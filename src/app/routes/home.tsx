import type { ReactNode } from 'react';
import { Link } from 'react-router';
import type { MeResponse } from '@shared/schemas/auth';
import { lengthFormat } from '@shared/units';
import { Badge } from '@/components/ui/badge';
import { Card } from '@/components/ui/card';
import { PageHeader } from '@/components/ui/page-header';
import { paths } from '@/config/paths';
import { isOwner, useMember } from '@/features/auth/hooks/use-member';
import { ROLE_LABEL, ROLE_SUMMARY } from '@/features/auth/lib/role-label';
import { useHealth } from '@/features/system/api/get-health';
import { PAPER_LABEL, UNIT_LABEL } from '@/features/studio/lib/studio-form';

interface NextStep {
  to: string;
  title: string;
  text: string;
}

/** Only screens that exist are offered, and only those the member's role may use. */
function nextSteps(me: MeResponse): NextStep[] {
  const account = { to: paths.account.href(), title: 'Your account', text: 'Change your name or your password.' };
  const clients = { to: paths.clients.href(), title: 'Clients', text: "Find a client and read their measurement sets." };
  if (!isOwner(me)) {
    return [
      { to: paths.queue.href(), title: 'Work queue', text: 'Approved drafts waiting to be cut.' },
      clients,
      account,
    ];
  }
  return [
    { ...clients, text: 'Add a client, take measurements at a fitting, and see their history.' },
    { to: paths.fabrics.href(), title: 'Fabrics', text: 'Record each knit with its stretch and recovery.' },
    { to: paths.drafts.href(), title: 'Drafts', text: 'Draft a style from a client\'s block and a fabric.' },
    {
      to: paths.studio.href(),
      title: 'Check the studio defaults',
      text: 'Unit, paper, seam and hem allowances and binding ratio: every new draft and print starts from them.',
    },
    { to: `${paths.studio.href()}#members`, title: 'Review the members', text: 'Change a role, disable an account or remove someone.' },
    account,
  ];
}

function Figure({ label, children }: { label: string; children: ReactNode }) {
  return (
    <div className="rounded-lg bg-surface p-4">
      <dt className="text-sm text-muted">{label}</dt>
      <dd className="num mt-1 text-xl font-semibold">{children}</dd>
    </div>
  );
}

function ServerStatus() {
  const health = useHealth();
  const up = health.data?.database === 'up';
  return (
    <p aria-live="polite" className="flex items-center gap-3 text-sm text-muted">
      <span aria-hidden className={`h-2.5 w-2.5 rounded-full ${health.isPending ? 'bg-line' : up ? 'bg-accent' : 'bg-danger'}`} />
      <span data-testid="server-status">
        {health.isPending
          ? 'Checking the server…'
          : up
            ? 'Server and database are running.'
            : 'The database is not answering. Your work cannot be saved until it is back.'}
      </span>
    </p>
  );
}

export function HomeRoute() {
  const me = useMember();
  const { studio, user } = me;
  const unit = studio.defaultUnit;
  return (
    <div className="space-y-6">
      <PageHeader eyebrow={studio.name} title={`Welcome, ${user.name}`} description={ROLE_SUMMARY[user.role]} />
      <div className="grid gap-6 lg:grid-cols-3">
        <Card title="Studio defaults" className="lg:col-span-2" description={`Lengths in ${UNIT_LABEL[unit].toLowerCase()}.`}>
          <dl className="grid gap-3 sm:grid-cols-2 xl:grid-cols-3">
            <Figure label="Seam allowance">{lengthFormat(studio.seamAllowanceMm, unit)}</Figure>
            <Figure label="Hem allowance">{lengthFormat(studio.hemAllowanceMm, unit)}</Figure>
            <Figure label="Binding ratio">{studio.bindingRatio}</Figure>
            <Figure label="Paper">{PAPER_LABEL[studio.defaultPaper]}</Figure>
            <Figure label="Unit">{UNIT_LABEL[unit]}</Figure>
          </dl>
          <p className="mt-4 text-sm text-muted">
            {isOwner(me) ? 'You can change these on the Studio screen.' : "The studio's owners set these."}
          </p>
        </Card>
        <Card title="You">
          <dl className="space-y-3">
            <div>
              <dt className="text-sm text-muted">Name</dt>
              <dd className="font-medium">{user.name}</dd>
            </div>
            <div>
              <dt className="text-sm text-muted">E-mail</dt>
              <dd className="font-medium break-words">{user.email}</dd>
            </div>
            <div>
              <dt className="text-sm text-muted">Role</dt>
              <dd className="mt-1">
                <Badge tone={isOwner(me) ? 'accent' : 'neutral'}>{ROLE_LABEL[user.role]}</Badge>
              </dd>
            </div>
          </dl>
        </Card>
      </div>
      <Card title="What to do next">
        <ul className="grid gap-3 sm:grid-cols-2 lg:grid-cols-3">
          {nextSteps(me).map((step) => (
            <li key={step.to}>
              <Link
                to={step.to}
                className="group flex h-full min-h-touch flex-col rounded-lg border border-line p-4 hover:border-accent hover:bg-accent-soft"
              >
                <span className="font-semibold text-accent-strong group-hover:underline">{step.title}</span>
                <span className="mt-1 text-sm text-muted">{step.text}</span>
              </Link>
            </li>
          ))}
        </ul>
      </Card>
      <ServerStatus />
    </div>
  );
}
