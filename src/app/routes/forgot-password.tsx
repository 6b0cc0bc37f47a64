import { Link } from 'react-router';
import { paths } from '@/config/paths';
import { AuthCard } from '@/features/auth/components/auth-card';
import { ForgotPasswordForm } from '@/features/password-reset/components/forgot-password-form';

export function ForgotPasswordRoute() {
  return (
    <AuthCard
      title="Reset your password"
      description="Type the e-mail address you sign in with. We send a link to choose a new password; it works once, within an hour."
      footer={
        <>
          Remembered it?{' '}
          <Link to={paths.signIn.href()} className="font-medium text-accent underline underline-offset-2 hover:text-accent-strong">
            Sign in
          </Link>
        </>
      }
    >
      <ForgotPasswordForm />
    </AuthCard>
  );
}
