import { keepPreviousData, queryOptions, useQuery } from '@tanstack/react-query';
import type { ClientListQueryInput, ClientPage } from '@shared/schemas/client';
import { api } from '@/lib/api-client';
import { clientKeys } from './client-keys';

/** The query string of a client list, leaving out what is empty. */
export function clientListSearch(query: ClientListQueryInput): string {
  const params = new URLSearchParams();
  for (const [key, value] of Object.entries(query)) {
    if (value === undefined || value === null || value === '') continue;
    params.set(key, String(value));
  }
  const text = params.toString();
  return text ? `?${text}` : '';
}

export const getClients = (query: ClientListQueryInput, signal?: AbortSignal) =>
  api<ClientPage>(`/clients${clientListSearch(query)}`, { signal });

export const clientsQueryOptions = (query: ClientListQueryInput) =>
  queryOptions({
    queryKey: clientKeys.list(query),
    queryFn: ({ signal }) => getClients(query, signal),
    // Keep the last page on screen while the next search or page loads.
    placeholderData: keepPreviousData,
  });

export const useClients = (query: ClientListQueryInput) => useQuery(clientsQueryOptions(query));
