import { useState } from 'react';
import type { PhotoView } from '@shared/schemas/photo';
import { Alert } from '@/components/ui/alert';
import { Button } from '@/components/ui/button';
import { Card } from '@/components/ui/card';
import { LoadingState } from '@/components/ui/loading-state';
import { usePhotos } from '../api/get-photos';
import { KIND_LABEL, dayFormat } from '../lib/photo-labels';
import { PhotoUploadDialog, type PhotoSetOption } from './photo-upload-dialog';
import { PhotoViewer } from './photo-viewer';

export interface PhotosSectionProps {
  clientId: number;
  clientName: string;
  /** Owners add and delete photos (not on an archived client); everyone in the studio views them. */
  canEdit: boolean;
  /** The client's measurement sets, newest first, for "goes with the fitting". */
  sets: PhotoSetOption[];
}

/** The client's fitting photos as a grid of thumbnails; each opens at full size. */
export function PhotosSection({ clientId, clientName, canEdit, sets }: PhotosSectionProps) {
  const photos = usePhotos(clientId);
  const [adding, setAdding] = useState(false);
  const [viewing, setViewing] = useState<PhotoView | null>(null);
  const items = photos.data?.items ?? [];

  return (
    <Card
      title="Fitting photos"
      description="Front, side and back views from each fitting, to compare the fit over time. Only members of the studio can see them."
      actions={
        canEdit && (
          <Button variant="primary" onClick={() => setAdding(true)} data-testid="photo-add">
            Add photo
          </Button>
        )
      }
    >
      {photos.isPending && <LoadingState>Loading the photos…</LoadingState>}
      {photos.isError && <Alert tone="error">{photos.error.message}</Alert>}
      {photos.data && items.length === 0 && (
        <p className="rounded-lg border border-dashed border-line px-4 py-8 text-center text-muted">
          {canEdit ? 'No photos yet. Add front, side and back views at the next fitting.' : 'No photos yet. An owner adds them at a fitting.'}
        </p>
      )}
      {items.length > 0 && (
        <ul className="grid grid-cols-2 gap-4 sm:grid-cols-3 lg:grid-cols-4" aria-label={`Photos of ${clientName}`}>
          {items.map((photo) => (
            <li key={photo.id}>
              <button
                type="button"
                onClick={() => setViewing(photo)}
                className="group flex w-full flex-col gap-2 rounded-lg text-left"
              >
                <span className="flex aspect-[3/4] w-full items-center justify-center overflow-hidden rounded-lg border border-line bg-surface">
                  <img
                    src={photo.thumbUrl}
                    alt=""
                    width={photo.thumbWidth}
                    height={photo.thumbHeight}
                    loading="lazy"
                    className="h-full w-full object-cover transition-transform group-hover:scale-[1.02]"
                    data-testid="photo-thumb"
                  />
                </span>
                <span className="text-sm">
                  <span className="sr-only">Open at full size: </span>
                  <span className="font-semibold">{KIND_LABEL[photo.kind]}</span>
                  <span className="text-muted"> · {dayFormat(photo.takenOn)}</span>
                </span>
              </button>
            </li>
          ))}
        </ul>
      )}
      {canEdit && <PhotoUploadDialog open={adding} onClose={() => setAdding(false)} clientId={clientId} clientName={clientName} sets={sets} />}
      <PhotoViewer photo={viewing} clientId={clientId} canDelete={canEdit} onClose={() => setViewing(null)} />
    </Card>
  );
}
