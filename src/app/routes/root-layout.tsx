import { NavLink, Outlet, useNavigation } from 'react-router';
import { paths } from '@/config/paths';

interface NavItem {
  to: string;
  label: string;
}

/** Only screens that exist are listed; later features add theirs here. */
const NAV_ITEMS: NavItem[] = [{ to: paths.home.href(), label: 'Overview' }];

export function RootLayout() {
  const navigation = useNavigation();
  return (
    <div className="flex min-h-screen flex-col">
      <a href="#main" className="sr-only focus:not-sr-only focus:absolute focus:left-4 focus:top-4 focus:z-50 focus:rounded-md focus:bg-panel focus:px-4 focus:py-2">
        Skip to content
      </a>
      <header className="border-b border-line bg-panel">
        <div className="mx-auto flex max-w-7xl items-center gap-6 px-4 sm:px-6">
          <NavLink to={paths.home.href()} className="flex min-h-touch items-center gap-2 py-3 text-lg font-semibold tracking-tight">
            <img src="/favicon.svg" alt="" className="h-7 w-7" />
            Knitwright
          </NavLink>
          <nav aria-label="Main" className="flex flex-1 items-center gap-1 overflow-x-auto">
            {NAV_ITEMS.map((item) => (
              <NavLink
                key={item.to}
                to={item.to}
                end
                className={({ isActive }) =>
                  `flex min-h-touch items-center rounded-lg px-3 text-sm font-medium ${
                    isActive ? 'bg-accent-soft text-accent-strong' : 'text-muted hover:bg-surface hover:text-ink'
                  }`
                }
              >
                {item.label}
              </NavLink>
            ))}
          </nav>
        </div>
      </header>
      {navigation.state === 'loading' && <div className="h-0.5 animate-pulse bg-accent" role="progressbar" aria-label="Loading" />}
      <main id="main" className="mx-auto w-full max-w-7xl flex-1 px-4 py-6 sm:px-6">
        <Outlet />
      </main>
    </div>
  );
}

****************

WORK ITEM:
Up to and including the line with "title: string;", transcribe the entries above exactly, starting from their first line.

YOUR RESPONSE:
filename src/app/routes/home.tsx
import type { ReactNode } from 'react';
import { Link } from 'react-router';
import type { MeResponse } from '@shared/schemas/auth';
import { lengthFormat } from '@shared/units';
import { Badge } from '@/components/ui/badge';
import { Card } from '@/components/ui/card';
import { PageHeader } from '@/components/ui/page-header';
import { paths } from '@/config/paths';
import { isOwner, useMember } from '@/features/auth/hooks/use-member';
import { ROLE_LABEL, ROLE_SUMMARY } from '@/features/auth/lib/role-label';
import { useHealth } from '@/features/system/api/get-health';
import { PAPER_LABEL, UNIT_LABEL } from '@/features/studio/lib/studio-form';

interface NextStep {
  to: string;
  title: string;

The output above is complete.